In times like ours, when so many voices around us whip up fear and suspicion and division, I do believe it’s the artists who most clearly see the need for bridges, then set about finding ways to create them. Our confidence is so vulnerable. So often it seems the challenges are too big, the stakes too high, the scars too deep, the injuries too severe, the chances of succeeding too slim—but perhaps the real message, when the deck seems stacked, is that these tasks are too important not to at least make an attempt.

Toni Morrison is a writer of great wisdom and grace who has made her way across many bridges that no one would have thought capable of bearing the weight of a human. She looks at the broken world and observes that “this is precisely the time when artists go to work. There is no time for despair, no place for self-pity, no need for silence, no room for fear. We speak, we write, we do language. That is how civilizations heal.”

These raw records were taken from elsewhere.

package correlations

import "math"

// Petrosky and Farshad (1993): G.E. Petrosky Jr. and F.F. Farshad, "Pressure-Volume-Temperature
// Correlations for Gulf of Mexico Crude Oils", SPE 26644, SPE Annual Technical Conference,
// Houston (1993). 81 Gulf of Mexico oils: Pb 1,574–6,523 psia, T 114–288 °F, Rsb 217–1,406
// scf/STB, 16.3–45.0 °API, γg 0.578–0.852; co data p 1,700–10,692 psia (from memory).
// Temperatures in °F.

func pfX(o Oil) float64 {
	return 7.916e-4*pow(o.API, 1.5410) - 4.561e-5*pow(o.Temperature, 1.3911)
}

// PetroskyFarshadBubblePoint returns the bubble-point pressure (psia), Petrosky and Farshad
// (1993), published direction:
//
//	Pb = 112.727·[Rsb^0.577421 / (γg^0.8439 · 10^X) − 12.340],
//	X = 7.916e−4·API^1.5410 − 4.561e−5·T^1.3911.
//
// Because of the −12.340 the published form reaches Pb = 0 at a positive Rsb (50–100 scf/STB
// for heavy oils); below standard pressure (14.7 psia) the pair is continued linearly through
// the origin, Pb = 14.7·Rsb/Rs(14.7), so that it stays positive, monotonic and exactly inverse.
func PetroskyFarshadBubblePoint(rsb float64, o Oil) (float64, error) {
	return PetroskyFarshadBubblePointWith(rsb, o, pfPublished[:])
}

// PetroskyFarshadCoefficients are the constants of the Petrosky–Farshad solution-gas pair that
// a refit may change: Pb = scale·[Rsb^exponent/(γg^0.8439·10^X) − offset].
var PetroskyFarshadCoefficients = []Coefficient{
	{ID: "offset", Value: 12.340, Role: "12.340 in [… − 12.340]"},
	{ID: "exponent", Value: 0.577421, Role: "0.577421, the exponent of Rsb"},
	{ID: "scale", Value: 112.727, Role: "112.727, the pressure scale"},
}

var pfPublished = [3]float64{12.340, 0.577421, 112.727}

// PetroskyFarshadBubblePointWith is PetroskyFarshadBubblePoint with the coefficients c
// (PetroskyFarshadCoefficients order).
func PetroskyFarshadBubblePointWith(rsb float64, o Oil, c []float64) (float64, error) {
	if err := checkOilPositiveT(o); err != nil {
		return 0, err
	}
	if err := checkGOR("Rsb", rsb); err != nil {
		return 0, err
	}
	if err := checkCoefficients(c, 3); err != nil {
		return 0, err
	}
	x := pfX(o)
	pb := c[2] * (pow(rsb, c[1])/(pow(o.GasGravity, 0.8439)*pow10(x)) - c[0])
	if pb < pLinear { // equivalent to rsb < Rs(14.7), the published form being monotonic
		return finite(pLinear * rsb / pfRs(pLinear, o, x, c))
	}
	return finite(pb)
}

func pfRs(p float64, o Oil, x float64, c []float64) float64 {
	return pow((p/c[2]+c[0])*pow(o.GasGravity, 0.8439)*pow10(x), 1/c[1])
}

// PetroskyFarshadSolutionGOR returns the solution GOR (scf/STB) at p psia, the closed-form
// inverse of PetroskyFarshadBubblePoint:
//
//	Rs = [(p/112.727 + 12.340) · γg^0.8439 · 10^X]^(1/0.577421),
//
// continued linearly to Rs = 0 at p = 0 below 14.7 psia (see PetroskyFarshadBubblePoint).
func PetroskyFarshadSolutionGOR(p float64, o Oil) (float64, error) {
	return PetroskyFarshadSolutionGORWith(p, o, pfPublished[:])
}

// PetroskyFarshadSolutionGORWith is PetroskyFarshadSolutionGOR with the coefficients c
// (PetroskyFarshadCoefficients order).
func PetroskyFarshadSolutionGORWith(p float64, o Oil, c []float64) (float64, error) {
	if err := checkOilPositiveT(o); err != nil {
		return 0, err
	}
	if err := checkPressure("p", p); err != nil {
		return 0, err
	}
	if err := checkCoefficients(c, 3); err != nil {
		return 0, err
	}
	x := pfX(o)
	if p < pLinear {
		return finite(pfRs(pLinear, o, x, c) * p / pLinear)
	}
	return finite(pfRs(p, o, x, c))
}

// PetroskyFarshadOilFVF returns the saturated oil formation volume factor (rb/STB), Petrosky
// and Farshad (1993):
//
//	Bo = 1.0113 + 7.2046e−5·[Rs^0.3738 · γg^0.2914 / γo^0.6265 + 0.24626·T^0.5371]^3.0936.
//
// Data Bob 1.118–1.623 rb/STB. p is not used.
func PetroskyFarshadOilFVF(p, rs float64, o Oil) (float64, error) {
	return PetroskyFarshadOilFVFWith(p, rs, o, pfFVFPublished[:])
}

// PetroskyFarshadFVFCoefficients are the constants of the Petrosky–Farshad Bo that a refit may
// change: Bo = a + b·[Rs^e·γg^0.2914/γo^0.6265 + t·T^0.5371]^n.
var PetroskyFarshadFVFCoefficients = []Coefficient{
	{ID: "n", Value: 3.0936, Role: "3.0936, the outer exponent"},
	{ID: "t", Value: 0.24626, Role: "0.24626, the factor of T^0.5371"},
	{ID: "e", Value: 0.3738, Role: "0.3738, the exponent of Rs"},
	{ID: "a", Value: 1.0113, Role: "1.0113"},
	{ID: "b", Value: 7.2046e-5, Role: "7.2046e−5"},
}

var pfFVFPublished = [5]float64{3.0936, 0.24626, 0.3738, 1.0113, 7.2046e-5}

// PetroskyFarshadOilFVFWith is PetroskyFarshadOilFVF with the coefficients c
// (PetroskyFarshadFVFCoefficients order).
func PetroskyFarshadOilFVFWith(p, rs float64, o Oil, c []float64) (float64, error) {
	if err := checkOilPositiveT(o); err != nil {
		return 0, err
	}
	if err := checkGOR("Rs", rs); err != nil {
		return 0, err
	}
	if err := checkCoefficients(c, 5); err != nil {
		return 0, err
	}
	f := pow(rs, c[2])*pow(o.GasGravity, 0.2914)/pow(o.OilGravity(), 0.6265) +
		c[1]*pow(o.Temperature, 0.5371)
	return finite(c[3] + c[4]*pow(f, c[0]))
}

// pfCoFactor returns A = 1.705e−7 · Rsb^0.69357 · γg^0.1885 · API^0.3272 · T^0.6729, so that
// co = A·p^−0.5906.
func pfCoFactor(rsb float64, o Oil) float64 {
	return 1.705e-7 * math.Exp(0.69357*math.Log(rsb)+0.1885*math.Log(o.GasGravity)+
		0.3272*math.Log(o.API)+0.6729*math.Log(o.Temperature))
}

// checkPFCo validates the inputs of the Petrosky–Farshad compressibility: an undersaturated
// state and Rsb > 0 (co is a power of Rsb, zero for dead oil).
func checkPFCo(p, pb, rsb float64, o Oil) error {
	if err := checkOilPositiveT(o); err != nil {
		return err
	}
	if err := checkUndersaturated(p, pb, rsb); err != nil {
		return err
	}
	if !(rsb > 0) {
		return inputError("Rsb", rsb, "> 0 scf/STB: the correlation gives no compressibility for dead oil")
	}
	return nil
}

// PetroskyFarshadCo returns the undersaturated oil compressibility (1/psi) at p ≥ pb,
// Petrosky and Farshad (1993):
//
//	co = 1.705e−7 · Rsb^0.69357 · γg^0.1885 · API^0.3272 · T^0.6729 · p^−0.5906,  T °F.
func PetroskyFarshadCo(p, pb, rsb float64, o Oil) (float64, error) {
	if err := checkPFCo(p, pb, rsb, o); err != nil {
		return 0, err
	}
	return finite(pfCoFactor(rsb, o) * pow(p, -0.5906))
}

// PetroskyFarshadRelativeVolume returns Bo(p)/Bo(pb) for p ≥ pb from PetroskyFarshadCo
// integrated in closed form: ∫co dp = A/0.4094 · (p^0.4094 − pb^0.4094).
func PetroskyFarshadRelativeVolume(p, pb, rsb float64, o Oil) (float64, error) {
	if err := checkPFCo(p, pb, rsb, o); err != nil {
		return 0, err
	}
	const e = 1 - 0.5906
	integral := pfCoFactor(rsb, o) / e * (pow(p, e) - pow(pb, e))
	return finite(math.Exp(-integral))
}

“I know the world is bruised and bleeding,” she adds, “and though it is important not to ignore its pain, it is also critical to refuse to succumb to its malevolence. Like failure, chaos contains information that can lead to knowledge—even wisdom. Like art.”

Next to Morrison’s call to arms, I have a pithy alternative, delivered via Facebook by another committed bridge builder, Senator Murray Sinclair: “Good morning. Quit your whining. We have work to do.”

Here was are, heading into 2017. Let’s follow the artists’ lead…


Copyright! © 2023 dig! magazine.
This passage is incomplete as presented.